[Opening Task material section]
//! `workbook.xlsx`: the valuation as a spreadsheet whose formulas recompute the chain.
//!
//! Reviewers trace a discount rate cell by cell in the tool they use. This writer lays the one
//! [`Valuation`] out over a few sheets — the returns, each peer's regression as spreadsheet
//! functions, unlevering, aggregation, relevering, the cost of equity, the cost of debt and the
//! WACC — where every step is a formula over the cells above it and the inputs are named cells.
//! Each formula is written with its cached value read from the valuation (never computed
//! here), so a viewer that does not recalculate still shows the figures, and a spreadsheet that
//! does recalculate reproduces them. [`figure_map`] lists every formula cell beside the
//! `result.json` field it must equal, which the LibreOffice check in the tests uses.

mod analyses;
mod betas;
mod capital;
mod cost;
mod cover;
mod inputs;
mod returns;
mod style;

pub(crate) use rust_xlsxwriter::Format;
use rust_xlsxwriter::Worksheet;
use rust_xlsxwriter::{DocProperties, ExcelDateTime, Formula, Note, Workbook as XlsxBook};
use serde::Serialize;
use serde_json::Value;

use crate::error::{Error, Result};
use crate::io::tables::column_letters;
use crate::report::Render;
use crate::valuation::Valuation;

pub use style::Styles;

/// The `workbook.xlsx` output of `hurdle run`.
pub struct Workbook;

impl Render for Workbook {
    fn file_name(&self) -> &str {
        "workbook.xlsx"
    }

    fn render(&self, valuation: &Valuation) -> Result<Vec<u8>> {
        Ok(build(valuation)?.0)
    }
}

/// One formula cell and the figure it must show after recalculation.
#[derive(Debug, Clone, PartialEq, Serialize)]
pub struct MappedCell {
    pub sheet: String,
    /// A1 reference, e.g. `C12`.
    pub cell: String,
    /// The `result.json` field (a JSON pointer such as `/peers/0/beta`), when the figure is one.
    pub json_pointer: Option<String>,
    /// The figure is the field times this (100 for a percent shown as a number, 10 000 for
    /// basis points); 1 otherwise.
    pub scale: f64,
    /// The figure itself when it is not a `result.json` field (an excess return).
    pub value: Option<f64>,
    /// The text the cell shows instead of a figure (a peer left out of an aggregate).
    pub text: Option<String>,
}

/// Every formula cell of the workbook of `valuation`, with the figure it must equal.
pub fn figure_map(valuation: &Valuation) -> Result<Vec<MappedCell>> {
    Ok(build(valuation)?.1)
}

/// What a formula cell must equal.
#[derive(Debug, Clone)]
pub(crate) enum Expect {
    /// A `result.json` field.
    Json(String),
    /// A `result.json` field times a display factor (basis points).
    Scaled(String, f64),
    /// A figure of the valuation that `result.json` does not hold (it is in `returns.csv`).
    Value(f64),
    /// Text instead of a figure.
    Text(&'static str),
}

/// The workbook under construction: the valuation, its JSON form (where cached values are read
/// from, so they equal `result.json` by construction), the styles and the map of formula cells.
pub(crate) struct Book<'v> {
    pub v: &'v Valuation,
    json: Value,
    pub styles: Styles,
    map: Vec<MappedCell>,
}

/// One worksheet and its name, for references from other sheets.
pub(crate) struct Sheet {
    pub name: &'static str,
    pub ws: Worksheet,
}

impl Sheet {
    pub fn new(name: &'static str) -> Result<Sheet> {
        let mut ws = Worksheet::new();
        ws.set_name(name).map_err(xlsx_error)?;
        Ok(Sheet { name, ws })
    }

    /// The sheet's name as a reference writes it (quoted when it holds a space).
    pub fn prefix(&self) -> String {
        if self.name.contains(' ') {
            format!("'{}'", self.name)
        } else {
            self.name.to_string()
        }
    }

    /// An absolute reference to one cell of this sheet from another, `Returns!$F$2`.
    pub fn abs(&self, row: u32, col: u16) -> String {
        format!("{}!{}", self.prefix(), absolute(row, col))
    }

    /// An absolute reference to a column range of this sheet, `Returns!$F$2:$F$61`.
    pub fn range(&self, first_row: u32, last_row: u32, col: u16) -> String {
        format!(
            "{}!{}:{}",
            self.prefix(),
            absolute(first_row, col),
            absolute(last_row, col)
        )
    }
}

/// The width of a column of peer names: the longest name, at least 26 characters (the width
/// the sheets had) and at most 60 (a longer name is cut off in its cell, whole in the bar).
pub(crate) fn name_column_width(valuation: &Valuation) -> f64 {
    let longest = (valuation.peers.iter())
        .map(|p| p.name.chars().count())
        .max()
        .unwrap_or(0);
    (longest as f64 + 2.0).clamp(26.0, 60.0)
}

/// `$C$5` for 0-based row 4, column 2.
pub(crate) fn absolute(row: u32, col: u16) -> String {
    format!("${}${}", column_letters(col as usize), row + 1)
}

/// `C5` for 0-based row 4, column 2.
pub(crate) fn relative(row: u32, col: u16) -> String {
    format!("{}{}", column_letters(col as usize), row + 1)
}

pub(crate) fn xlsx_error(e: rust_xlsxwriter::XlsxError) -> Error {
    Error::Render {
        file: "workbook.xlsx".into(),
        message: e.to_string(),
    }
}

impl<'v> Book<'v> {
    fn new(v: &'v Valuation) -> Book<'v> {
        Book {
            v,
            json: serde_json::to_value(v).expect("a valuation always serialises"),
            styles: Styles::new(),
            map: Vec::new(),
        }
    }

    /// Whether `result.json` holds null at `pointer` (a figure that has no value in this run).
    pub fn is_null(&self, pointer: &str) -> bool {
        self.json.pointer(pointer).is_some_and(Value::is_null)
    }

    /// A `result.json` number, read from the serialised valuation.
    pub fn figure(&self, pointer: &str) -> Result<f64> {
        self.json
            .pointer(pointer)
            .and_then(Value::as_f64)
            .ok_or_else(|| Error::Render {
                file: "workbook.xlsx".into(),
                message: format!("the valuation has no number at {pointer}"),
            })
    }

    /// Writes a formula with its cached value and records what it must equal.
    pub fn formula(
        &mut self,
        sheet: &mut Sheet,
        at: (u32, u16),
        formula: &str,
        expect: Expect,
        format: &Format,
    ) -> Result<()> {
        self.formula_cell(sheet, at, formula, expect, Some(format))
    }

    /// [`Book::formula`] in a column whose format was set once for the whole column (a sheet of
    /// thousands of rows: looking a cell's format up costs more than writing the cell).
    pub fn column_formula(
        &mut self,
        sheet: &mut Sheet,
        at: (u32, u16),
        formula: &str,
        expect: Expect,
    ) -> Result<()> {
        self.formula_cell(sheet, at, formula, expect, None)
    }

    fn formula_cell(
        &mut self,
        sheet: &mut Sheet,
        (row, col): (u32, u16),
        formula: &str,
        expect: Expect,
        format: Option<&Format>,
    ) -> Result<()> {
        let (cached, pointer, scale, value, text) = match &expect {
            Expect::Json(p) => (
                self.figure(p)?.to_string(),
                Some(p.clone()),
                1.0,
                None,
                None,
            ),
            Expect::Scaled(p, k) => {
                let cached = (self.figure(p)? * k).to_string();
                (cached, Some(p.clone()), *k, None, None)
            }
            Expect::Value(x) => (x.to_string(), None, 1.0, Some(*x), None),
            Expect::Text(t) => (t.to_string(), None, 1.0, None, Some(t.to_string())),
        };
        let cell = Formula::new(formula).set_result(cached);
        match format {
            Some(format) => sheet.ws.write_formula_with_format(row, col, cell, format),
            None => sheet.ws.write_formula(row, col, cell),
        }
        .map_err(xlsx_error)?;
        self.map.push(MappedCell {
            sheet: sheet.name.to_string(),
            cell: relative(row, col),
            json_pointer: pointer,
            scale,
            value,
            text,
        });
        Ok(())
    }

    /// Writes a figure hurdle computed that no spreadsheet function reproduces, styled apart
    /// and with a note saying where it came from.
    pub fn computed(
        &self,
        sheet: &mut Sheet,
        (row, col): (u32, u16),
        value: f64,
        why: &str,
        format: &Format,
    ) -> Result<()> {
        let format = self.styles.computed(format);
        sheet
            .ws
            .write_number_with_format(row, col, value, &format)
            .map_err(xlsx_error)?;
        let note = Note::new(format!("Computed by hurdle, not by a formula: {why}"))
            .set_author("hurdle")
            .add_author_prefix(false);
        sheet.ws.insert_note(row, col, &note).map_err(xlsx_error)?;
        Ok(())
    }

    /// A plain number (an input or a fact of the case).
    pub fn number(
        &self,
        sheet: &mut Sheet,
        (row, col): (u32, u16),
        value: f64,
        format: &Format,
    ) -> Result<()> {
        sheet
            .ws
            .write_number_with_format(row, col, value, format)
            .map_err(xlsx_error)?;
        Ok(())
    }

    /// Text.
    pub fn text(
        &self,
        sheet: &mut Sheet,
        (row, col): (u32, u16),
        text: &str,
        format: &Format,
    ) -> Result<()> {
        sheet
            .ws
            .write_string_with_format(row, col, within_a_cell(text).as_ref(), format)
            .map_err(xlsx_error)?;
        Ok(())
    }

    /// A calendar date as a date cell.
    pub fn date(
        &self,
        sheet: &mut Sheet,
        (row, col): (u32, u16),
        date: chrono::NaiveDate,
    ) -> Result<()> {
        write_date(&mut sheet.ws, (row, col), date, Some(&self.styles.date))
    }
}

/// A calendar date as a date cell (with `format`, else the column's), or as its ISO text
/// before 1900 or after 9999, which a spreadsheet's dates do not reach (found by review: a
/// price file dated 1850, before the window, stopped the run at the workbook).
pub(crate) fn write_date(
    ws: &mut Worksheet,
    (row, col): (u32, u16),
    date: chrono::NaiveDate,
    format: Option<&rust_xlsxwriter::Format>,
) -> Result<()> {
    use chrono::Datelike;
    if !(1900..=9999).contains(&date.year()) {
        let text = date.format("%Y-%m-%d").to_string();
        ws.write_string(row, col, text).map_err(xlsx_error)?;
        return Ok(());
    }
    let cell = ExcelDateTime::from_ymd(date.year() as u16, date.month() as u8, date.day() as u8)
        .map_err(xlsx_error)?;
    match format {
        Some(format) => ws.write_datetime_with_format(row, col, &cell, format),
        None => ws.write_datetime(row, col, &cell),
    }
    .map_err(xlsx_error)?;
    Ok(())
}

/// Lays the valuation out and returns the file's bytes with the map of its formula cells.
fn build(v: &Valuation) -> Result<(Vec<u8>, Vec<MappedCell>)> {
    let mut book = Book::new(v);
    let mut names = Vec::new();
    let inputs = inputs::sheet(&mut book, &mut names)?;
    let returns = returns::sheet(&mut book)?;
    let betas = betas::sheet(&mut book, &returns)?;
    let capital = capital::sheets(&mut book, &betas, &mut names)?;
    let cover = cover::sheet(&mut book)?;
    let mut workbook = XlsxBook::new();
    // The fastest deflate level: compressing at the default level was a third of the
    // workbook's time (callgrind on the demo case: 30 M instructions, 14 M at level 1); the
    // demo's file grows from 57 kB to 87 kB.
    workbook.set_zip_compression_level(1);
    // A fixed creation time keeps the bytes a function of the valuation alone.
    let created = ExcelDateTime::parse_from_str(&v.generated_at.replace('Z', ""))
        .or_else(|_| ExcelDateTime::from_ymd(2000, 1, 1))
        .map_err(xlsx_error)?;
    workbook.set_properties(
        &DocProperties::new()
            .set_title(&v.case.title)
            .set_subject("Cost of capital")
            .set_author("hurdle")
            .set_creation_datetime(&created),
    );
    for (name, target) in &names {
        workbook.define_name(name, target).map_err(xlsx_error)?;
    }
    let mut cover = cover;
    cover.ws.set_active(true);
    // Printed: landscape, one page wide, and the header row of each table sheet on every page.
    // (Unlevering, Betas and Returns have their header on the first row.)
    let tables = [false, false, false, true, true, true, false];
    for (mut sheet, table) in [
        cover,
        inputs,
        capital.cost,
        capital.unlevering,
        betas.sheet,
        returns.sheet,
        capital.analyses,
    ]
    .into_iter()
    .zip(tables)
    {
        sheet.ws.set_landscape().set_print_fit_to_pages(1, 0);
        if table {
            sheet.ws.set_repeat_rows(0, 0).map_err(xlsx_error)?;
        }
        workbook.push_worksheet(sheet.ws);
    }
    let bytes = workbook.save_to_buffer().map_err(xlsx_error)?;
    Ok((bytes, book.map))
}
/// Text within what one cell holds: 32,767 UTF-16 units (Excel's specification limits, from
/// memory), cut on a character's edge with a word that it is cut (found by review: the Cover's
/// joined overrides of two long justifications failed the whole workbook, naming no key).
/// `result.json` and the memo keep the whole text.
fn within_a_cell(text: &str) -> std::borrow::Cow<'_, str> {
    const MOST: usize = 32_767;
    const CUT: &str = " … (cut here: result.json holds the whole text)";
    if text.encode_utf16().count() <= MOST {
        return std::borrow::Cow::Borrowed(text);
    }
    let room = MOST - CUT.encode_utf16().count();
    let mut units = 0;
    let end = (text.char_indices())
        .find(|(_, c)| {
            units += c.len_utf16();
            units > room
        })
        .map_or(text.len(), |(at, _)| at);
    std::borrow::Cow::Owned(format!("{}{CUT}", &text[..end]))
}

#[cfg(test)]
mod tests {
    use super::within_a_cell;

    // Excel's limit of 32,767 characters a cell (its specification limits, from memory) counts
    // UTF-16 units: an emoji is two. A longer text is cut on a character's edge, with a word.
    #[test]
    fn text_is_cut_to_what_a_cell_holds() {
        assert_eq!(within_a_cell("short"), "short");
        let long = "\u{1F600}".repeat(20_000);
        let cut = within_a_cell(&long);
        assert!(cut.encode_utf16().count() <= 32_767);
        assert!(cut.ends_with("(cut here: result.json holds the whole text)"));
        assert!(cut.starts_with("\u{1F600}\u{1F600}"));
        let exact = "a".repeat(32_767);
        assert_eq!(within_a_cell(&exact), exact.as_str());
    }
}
[Closing Task material section]
The expected result is a copy of each line in the records where "must" appears.

Solved exercise
//! `result.json` field it must equal, which the LibreOffice check in the tests uses.
/// One formula cell and the figure it must show after recalculation.
/// Every formula cell of the workbook of `valuation`, with the figure it must equal.
/// What a formula cell must equal.
    /// Writes a formula with its cached value and records what it must equal.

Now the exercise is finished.